» **ACTIVITY**
Going through the data below, please show each line containing the string "dimer".

» **RECORD SET**
'''

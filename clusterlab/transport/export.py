"""Site and pair tables for transport models, with a self-describing sidecar.

What an export holds
--------------------
- a **site table**: one row per (frame, molecule) with the centroid (wrapped
  into the primary cell and unwrapped, continuous over frames), every
  computed site energy (S1, T1, IP, EA, eV), the environment shifts, the
  model that produced each value and flags (:func:`site_table`);
- a **pair table**: neighbour pairs of each frame within a cutoff, each once
  (``i < j``) with the minimum-image vector, excitonic couplings from
  transition charges and from the point-dipole formula, optional hole and
  electron transfer integrals (:func:`pair_table`) and optional hopping rates
  (:func:`hopping_rates`);
- ``export.json``: units and meaning of every column, the method, radii,
  models, software versions, film provenance, rate formulas and what the
  models leave out (:func:`write_export`, :func:`read_export`).

The files are plain Parquet and CSV, readable without clusterlab; the layout
is described in ``docs_export_format.md``.

Sign conventions follow :mod:`clusterlab.transport.rates`: the carrier site
energy is ``+IP`` for a hole, ``-EA`` for an electron and ``S1`` (or ``T1``)
for an exciton; a hop ``i -> j`` changes the energy by ``E_j - E_i``.
"""

from __future__ import annotations

import datetime as _dt
import json
import math
import os
import warnings
from pathlib import Path
from typing import TYPE_CHECKING, Any, Iterable, Literal, Mapping, NamedTuple, Sequence

import numpy as np
import numpy.typing as npt
import pandas as pd

from ..errors import InputError
from ..geometry import minimum_image
from ..units import COULOMB_EV_A, DEBYE_E_A, HBAR_EV_S, KB_EV
from ..versions import software_versions
from .couplings import orientation_factor, point_dipole_coupling
from .pairs import neighbour_pairs
from .rates import carrier_charge, field_energy_change, marcus_rate, miller_abrahams_rate

if TYPE_CHECKING:  # pragma: no cover
    from ..film import Film

FloatArray = npt.NDArray[np.float64]

__all__ = [
    "EXPORT_FORMAT",
    "EXPORT_FORMAT_VERSION",
    "QUANTITIES",
    "ExportTables",
    "site_table",
    "unwrapped_centroids",
    "pair_table",
    "hopping_rates",
    "column_info",
    "export_metadata",
    "write_export",
    "read_export",
    "export_study",
    "graph_from_export",
]

#: value of the sidecar's ``format`` key
EXPORT_FORMAT = "clusterlab-transport-tables"
#: value of the sidecar's ``format_version`` key (bumped on incompatible changes)
EXPORT_FORMAT_VERSION = 1
#: site quantities of the site table
QUANTITIES = ("S1", "T1", "IP", "EA")
#: file names inside an export folder
FILE_NAMES = {
    "sites_parquet": "sites.parquet", "sites_csv": "sites.csv",
    "pairs_parquet": "pairs.parquet", "pairs_csv": "pairs.csv",
    "sidecar": "export.json",
}
#: the text written when no model produced a value (CSV keeps it, unlike "")
NO_SOURCE = "none"

# model shift columns of film_site_energies for each quantity (engine sign convention)
_MODEL_SHIFT = {"S1": "S1_shift_eV", "T1": "T1_shift_eV", "IP": "IP_shift_eV", "EA": "EA_shift_eV"}

_SIGN_CONVENTIONS = {
    "IP_eV": "ionisation energy E(cation) - E(neutral) of the site in its environment (positive)",
    "EA_eV": "electron affinity E(neutral) - E(anion) of the site in its environment (positive when bound)",
    "hole_site_energy": "+IP_eV (a hole prefers sites of low IP)",
    "electron_site_energy": "-EA_eV (an electron prefers sites of high EA)",
    "exciton_site_energy": "S1_eV or T1_eV",
    "hop_energy_change": "dE_eV = E_j - E_i (positive = uphill for the hop i -> j), minus q F.dr in a field",
    "shift": "environment shift = embedded value - vacuum value of the same molecule geometry",
    "pair_vector": "dx_A, dy_A, dz_A = minimum-image vector from the centroid of i to that of j",
    "coupling_sign": ("the sign of excitonic couplings and transfer integrals follows the arbitrary "
                      "phases of the molecular transition densities / orbitals; rates use |J| only"),
}


# ----------------------------------------------------------------------------
# column documentation
# ----------------------------------------------------------------------------
_COLUMNS: dict[str, tuple[str, str]] = {
    "frame": ("", "trajectory frame index (0-based)"),
    "molecule": ("", "molecule id (0-based, order of the film's molecules table)"),
    "resname": ("", "residue name of the molecule"),
    "species": ("", "molecule type (the residue name); sites of one species share model parameters"),
    "x_A": ("Å", "centroid x, whole molecule, wrapped into the primary cell"),
    "y_A": ("Å", "centroid y, whole molecule, wrapped into the primary cell"),
    "z_A": ("Å", "centroid z, whole molecule, wrapped into the primary cell"),
    "x_unwrapped_A": ("Å", "centroid x, continuous over frames (consecutive-frame minimum-image unwrapping from frame 0)"),
    "y_unwrapped_A": ("Å", "centroid y, continuous over frames"),
    "z_unwrapped_A": ("Å", "centroid z, continuous over frames"),
    "dEST_eV": ("eV", "S1_eV - T1_eV"),
    "S1_osc": ("", "oscillator strength of S1 (QM)"),
    "qm_radius_A": ("Å", "radius of the QM cluster calculation used for the QM columns (inf = periodic limit)"),
    "qm_method_key": ("", "SHA-256 key of the QM method (see the sidecar's method entry)"),
    "qm_converged": ("", "all SCF/response steps of the QM calculation converged (False also where the site has no QM row: see qm_radius_A)"),
    "unconverged": ("", "True if any of the row's chosen values is flagged unconverged_<Q>"),
    "extrapolated": ("", "True if any of the row's chosen values is flagged extrapolated_<Q>"),
    "model_converged": ("", "induced dipoles of the polarizable model converged (True without polarization)"),
    "n_env_molecules": ("", "environment molecule images of the electrostatic model"),
    # pairs
    "i": ("", "molecule id of the first site of the pair (i < j)"),
    "j": ("", "molecule id of the second site of the pair"),
    "resname_i": ("", "residue name of i"),
    "resname_j": ("", "residue name of j"),
    "distance_A": ("Å", "minimum-image centroid-centroid distance"),
    "dx_A": ("Å", "minimum-image vector from centroid i to centroid j, x"),
    "dy_A": ("Å", "minimum-image vector from centroid i to centroid j, y"),
    "dz_A": ("Å", "minimum-image vector from centroid i to centroid j, z"),
    "min_atom_distance_A": ("Å", "closest minimum-image atom-atom distance between i and j"),
    "V_charges_eV": ("eV", "excitonic coupling from S0->S1 transition charges (Coulomb sum, screened by 1/n^2)"),
    "V_dipole_eV": ("eV", "excitonic coupling from the point-dipole formula with the transition dipoles below"),
    "kappa": ("", "orientation factor cos(theta_ij) - 3 cos(theta_i) cos(theta_j) of the two transition dipoles"),
    "mu_i_x_D": ("D", "transition dipole of i (sum q r over its transition charges at its own geometry), x"),
    "mu_i_y_D": ("D", "transition dipole of i, y"),
    "mu_i_z_D": ("D", "transition dipole of i, z"),
    "mu_j_x_D": ("D", "transition dipole of j, x"),
    "mu_j_y_D": ("D", "transition dipole of j, y"),
    "mu_j_z_D": ("D", "transition dipole of j, z"),
    "J_hole_eV": ("eV", "hole transfer integral (HOMO/HOMO, projective dimer method, Löwdin-orthogonalised)"),
    "J_electron_eV": ("eV", "electron transfer integral (LUMO/LUMO, projective dimer method)"),
    "transfer_converged": ("", "all three SCF runs of the transfer-integral calculation converged (False also where the pair has no transfer integral)"),
    "E_i_eV": ("eV", "carrier site energy of i used for the rates (+IP hole, -EA electron, S1/T1 exciton)"),
    "E_j_eV": ("eV", "carrier site energy of j used for the rates"),
    "dE_eV": ("eV", "energy change of the hop i -> j: E_j - E_i - q F.dr"),
    "rate_ij_per_s": ("s^-1", "hopping rate i -> j (law and parameters in the sidecar's rates entry)"),
    "rate_ji_per_s": ("s^-1", "hopping rate j -> i"),
}

_QUANTITY_WORDS = {"S1": "lowest singlet excitation energy S1", "T1": "lowest triplet excitation energy T1",
                   "IP": "ionisation energy", "EA": "electron affinity"}


def column_info(name: str) -> tuple[str, str]:
    """Unit and meaning of an export column.

    Parameters
    ----------
    name : str
        Column name of a site or pair table.

    Returns
    -------
    (unit, meaning) : tuple of str
        ``unit`` is ``""`` for dimensionless numbers, ids, text and flags.
        Unknown columns get a unit from their suffix (``_eV``, ``_A``,
        ``_per_s``, ``_D``) and the meaning ``"(not documented)"``.
    """
    if name in _COLUMNS:
        return _COLUMNS[name]
    for q, word in _QUANTITY_WORDS.items():
        if name == f"{q}_eV":
            return "eV", f"{word} of the site: the QM value when there is one, else the model value (see source_{q})"
        if name == f"{q}_shift_eV":
            return "eV", f"environment shift of {q} that goes with {q}_eV (embedded - vacuum)"
        if name == f"{q}_qm_eV":
            return "eV", f"{word} from the embedded QM calculation"
        if name == f"{q}_shift_qm_eV":
            return "eV", f"environment shift of {q} from the embedded QM calculation"
        if name == f"{q}_vacuum_eV":
            return "eV", f"{word} of the same molecule geometry without environment (QM)"
        if name == f"{q}_model_eV":
            return "eV", f"{word} from the electrostatic model: vacuum value of the species + model shift"
        if name == f"{q}_shift_model_eV":
            return "eV", f"environment shift of {q} from the electrostatic model"
        if name == f"unconverged_{q}":
            return "", f"True if {q}_eV comes from a calculation that did not converge"
        if name == f"extrapolated_{q}":
            return "", (f"True if {q}_eV is not a converged-radius QM value (it comes from the electrostatic "
                        "model, or its QM radius is below the scan verdict's converged radius)")
        if name == f"source_{q}":
            return "", (f"which model produced {q}_eV: 'qm:R=<radius>A:<method key prefix>', "
                        f"'electrostatic-model:R=<radius>A:<kind>' or '{NO_SOURCE}'")
    if name.endswith("rate_ij_per_s") or name.endswith("rate_ji_per_s"):
        label = name[: -len("rate_ij_per_s")].rstrip("_")
        d = "i -> j" if "ij" in name[-12:] else "j -> i"
        return "s^-1", f"hopping rate {d} of the rate set {label!r} (see the sidecar's rates entry)"
    for suffix, unit in (("_eV", "eV"), ("_per_s", "s^-1"), ("_A", "Å"), ("_D", "D"), ("_K", "K")):
        if name.endswith(suffix):
            return unit, "(not documented)"
    return "", "(not documented)"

'''

» **OUTPUT OF THE EXERCISE**
    "J_hole_eV": ("eV", "hole transfer integral (HOMO/HOMO, projective dimer method, Löwdin-orthogonalised)"),
    "J_electron_eV": ("eV", "electron transfer integral (LUMO/LUMO, projective dimer method)"),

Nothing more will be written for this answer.